Zu deiner 1. Frage " Wieso muss ich so viel weinen": Man kann aus deinem Text unschwer erkennen, dass du ganz und gar nicht zufrieden bist mit deinem Leben. Du wärst anscheinend gern öfter bei deiner Mutter usw. Und dadurch hast du das Bedürfnis zu weinen. Deine Seele kann mit alldem nicht umgehen.

Zu deiner 2. Frage " Wieso bin ich so schlecht gelaunt und wie bekomme ich wieder bessere Laune?" : So schlecht gelaunt bist du, wie bei deiner 1. Frage schon geschrieben, in deiner Seele etwas im Unreinen ist. Dadurch wirst du traurig und auch schlecht gelaunt. Bessere Laune bekommst du, indem du die Ursache für dein grundsätzliches Problem bekämpfst.

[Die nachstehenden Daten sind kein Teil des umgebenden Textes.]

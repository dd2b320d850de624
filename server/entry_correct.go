package server

import (
	"maps"
	"slices"
	"strings"

	"github.com/labstack/echo/v4"

	"tripwell/forms"
	"tripwell/store"
)

// Each reading of a correction has an answer, and a number beside it says how it is meant.
const (
	answerPrefix = "reading."
	howPrefix    = "how."
)

// How a number of a correction is meant; a reason stands for a reading that was not taken.
const (
	howAbove  = "above"
	howBelow  = "below"
	howNoTrip = "no-trip"
)

func (s *Server) entryCorrectAsk(c echo.Context) error {
	e, asked, site, err := s.correctable(c)
	if err != nil {
		return err
	}
	values := map[string]string{}
	for _, code := range asked.codes {
		values[answerPrefix+code], values[howPrefix+code] = answerTyped(e.Body.Readings[code])
	}
	f, err := s.editForm(values, nil)
	if err != nil {
		return err
	}
	return s.formBack(c, f, s.correctForm(c, e, asked, site))
}

// entryCorrect keeps full new readings with the reason. The first version stays, and is shown beside the correction.
func (s *Server) entryCorrect(c echo.Context) error {
	e, asked, site, err := s.correctable(c)
	if err != nil {
		return err
	}
	f, err := s.typedForm(c)
	if err != nil {
		return err
	}
	record := f.id(recordField)
	reason := f.needed("reason", s.words.Say("office.entry.correct_reason"), 500)
	readings, changed := map[string]forms.Reading{}, false
	for _, code := range asked.codes {
		r, there := e.Body.Readings[code]
		if f.changed(answerPrefix+code) || f.changed(howPrefix+code) {
			changed = true
			r, there = s.answerOf(f, code, asked.answers(code))
		}
		if there {
			readings[code] = r
		}
	}
	if !changed && f.ok() {
		f.text = s.words.Say("office.entry.correct_same")
	}
	if f.ok() {
		body := map[string]any{"entry": e.ID, "readings": readings, "reason": reason}
		if len(e.Body.Series) > 0 {
			body["series"] = e.Body.Series
		}
		err := s.append(c, store.Draft{ID: record, Kind: "entry.corrected", Log: e.Site, Subject: e.ID, Body: body})
		if err == nil {
			return toPage(c, "/entries/"+e.ID)
		}
		if err := f.takeRefusal(err); err != nil {
			return err
		}
	}
	return s.formBack(c, f, s.correctForm(c, e, asked, site))
}

// correctAsked is what a correction asks: readings by code, and of checks an organisation added what its form says.
type correctAsked struct {
	codes   []string
	own     map[string]string
	options map[string][]string
}

// answers lists what a question may be answered with.
func (a correctAsked) answers(code string) []string {
	if options := a.options[code]; len(options) > 0 {
		return options
	}
	kind, _ := forms.CodeOf(code)
	return kind.Options
}

// ownOf takes what a form says of its own checks. An answer that an entry already has stays one, also where a later
// revision of the form no longer offers it.
func (a *correctAsked) ownOf(form *forms.Form, e store.Entry) {
	a.own, a.options = map[string]string{}, map[string][]string{}
	maps.Copy(a.own, forms.OwnNames(form))
	maps.Copy(a.own, e.OwnNames)
	for _, step := range form.Steps {
		for _, ask := range step.Asks {
			if !forms.IsOwn(ask.Reading) || len(ask.Options) == 0 {
				continue
			}
			options := slices.Clone(ask.Options)
			if has, ok := e.Body.Readings[ask.Reading].Value.(string); ok && has != "" && !slices.Contains(options, has) {
				options = append(options, has)
			}
			a.options[ask.Reading] = options
		}
	}
}

// correctable reads an entry that may be corrected, and the readings its form asks for beside those it has.
func (s *Server) correctable(c echo.Context) (e store.Entry, asked correctAsked, site store.Site, err error) {
	err = s.store.View(scope(c), func(v *store.View) error {
		if e, err = v.Entry(c.Param("entry")); err != nil {
			return err
		}
		if e.Withdrawn != nil {
			return refuse(codeConflict, "", s.words.Say("office.entry.correct_withdrawn"))
		}
		if site, err = v.Site(e.Site); err != nil {
			return err
		}
		all, err := v.Forms()
		if err != nil {
			return err
		}
		taken := map[string]forms.Reading{}
		for code := range e.Body.Readings {
			taken[code] = forms.Reading{}
		}
		for _, form := range all {
			if form.ID != e.Form {
				continue
			}
			asked.ownOf(form, e)
			for _, step := range form.Steps {
				for _, ask := range step.Asks {
					if !ask.Series {
						taken[ask.Reading] = forms.Reading{}
					}
				}
			}
		}
		asked.codes = readingOrder(taken)
		return nil
	})
	return e, asked, site, err
}

// answerTyped writes a reading the way a correction's fields hold it.
func answerTyped(r forms.Reading) (answer, how string) {
	switch {
	case r.Missing != "":
		return "", r.Missing
	case r.Above != nil && r.NoTrip:
		return plainFigure(*r.Above), howNoTrip
	case r.Above != nil:
		return plainFigure(*r.Above), howAbove
	case r.Below != nil:
		return plainFigure(*r.Below), howBelow
	case r.NoTrip:
		return "", howNoTrip
	}
	switch v := r.Value.(type) {
	case float64:
		return plainFigure(v), ""
	case string:
		return v, ""
	case bool:
		return map[bool]string{true: "yes", false: "no"}[v], ""
	}
	return "", ""
}

// answerOf reads one reading of a correction; there is false where the fields were cleared.
func (s *Server) answerOf(f *typedForm, code string, answers []string) (r forms.Reading, there bool) {
	kind, _ := forms.CodeOf(code)
	how := f.Get(howPrefix + code)
	if kind.Type != forms.TypeNumber {
		answer := f.choice(answerPrefix+code, slices.Concat([]string{""}, answers, forms.MissingReasons())...)
		for _, reason := range forms.MissingReasons() {
			if answer == reason {
				return forms.Reading{Missing: answer}, true
			}
		}
		return forms.Reading{Value: answer}, answer != ""
	}
	f.choice(howPrefix+code, append([]string{"", howAbove, howBelow, howNoTrip}, forms.MissingReasons()...)...)
	typed := strings.TrimSpace(f.Get(answerPrefix + code))
	figure := f.figure(answerPrefix + code)
	switch {
	case how == howNoTrip:
		return forms.Reading{NoTrip: true, Above: figure, Unit: kind.Unit}, true
	case figure != nil && how == howAbove:
		return forms.Reading{Above: figure, Unit: kind.Unit}, true
	case figure != nil && how == howBelow:
		return forms.Reading{Below: figure, Unit: kind.Unit}, true
	case figure != nil && how == "":
		return forms.Reading{Typed: typed, Unit: kind.Unit, Value: *figure}, true
	case figure == nil && (how == howAbove || how == howBelow):
		f.refuse(answerPrefix+code, s.words.Say("office.form.number"))
	case figure != nil:
		f.refuse(howPrefix+code, s.words.Say("office.entry.correct_both"))
	}
	return forms.Reading{Missing: how}, how != ""
}

func (s *Server) correctForm(c echo.Context, e store.Entry, asked correctAsked, site store.Site) formPage {
	k := s.ink().calling(asked.own)
	group := fieldGroup{Legend: k.say("office.entry.readings"), Note: k.say("office.entry.correct_hint")}
	var reasons []string
	for _, reason := range forms.MissingReasons() {
		reasons = append(reasons, reason, k.say("office.entry.missing", "reason", lowerFirst(k.named("missing", reason))))
	}
	for _, code := range asked.codes {
		kind, _ := forms.CodeOf(code)
		if kind.Type != forms.TypeNumber {
			var pairs []string
			for _, option := range asked.answers(code) {
				pairs = append(pairs, option, k.answer(code, option))
			}
			group.Fields = append(group.Fields, field{Name: answerPrefix + code, Label: k.reading(code), Wide: true, Options: optional(k.say("office.entry.not_asked"), append(pairs, reasons...)...)})
			continue
		}
		hows := append([]string{howAbove, k.say("office.entry.how_above"), howBelow, k.say("office.entry.how_below")}, reasons...)
		if code == "trip_time_ms" || code == "trip_current_ma" {
			hows = append([]string{howNoTrip, k.say("office.entry.how_no_trip")}, hows...)
		}
		group.Fields = append(group.Fields,
			field{Name: answerPrefix + code, Label: k.reading(code), Type: "number", Unit: k.named("unit", kind.Unit)},
			field{Name: howPrefix + code, Label: k.say("office.entry.how", "name", k.reading(code)), Options: optional(k.say("office.entry.how_measured"), hows...)})
	}
	heading := k.say("office.entry.correct_head", "task", lowerFirst(k.named("task", e.Task)), "day", k.day(e.Day))
	return formPage{
		Frame: s.frame(c, heading, "sites"), Crumbs: []link{{Href: siteHref(site), Text: site.Name}, {Href: "/entries/" + e.ID, Text: k.say("office.entry.heading", "task", k.named("task", e.Task), "day", k.day(e.Day))}},
		Heading: heading, Lead: k.say("office.entry.correct_lead"), Action: "/entries/" + e.ID + "/correct", Submit: k.say("office.entry.correct_save"), Cancel: "/entries/" + e.ID,
		Groups: []fieldGroup{{Fields: []field{{Name: "reason", Label: k.say("office.entry.correct_reason"), Required: true, Wide: true}}}, group},
	}
}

Zu deiner 3. Frage " Wieso will ich eine Krankheit haben?": Dadurch erhoffst du dir wahrscheinlich mehr Beachtung.

Das alles klingt sehr danach, dass du Depressionen hast.( Die starke Traurigkeit, Lustlosigkeit, morgens nicht aus dem Bett kommen usw.) Du solltest dich aufjedenfall in psychologische/psychiatrische Therapie begeben. Und ggf auch in eine Kinder und Jugendpsychiatrie einweisen lassen. Hast du denn mit deiner Mutter schonmal darüber gesprochen? Vielleicht würde euch eine Familientherapie gut tun. 

Liebe Grüße und alles Gute allesam.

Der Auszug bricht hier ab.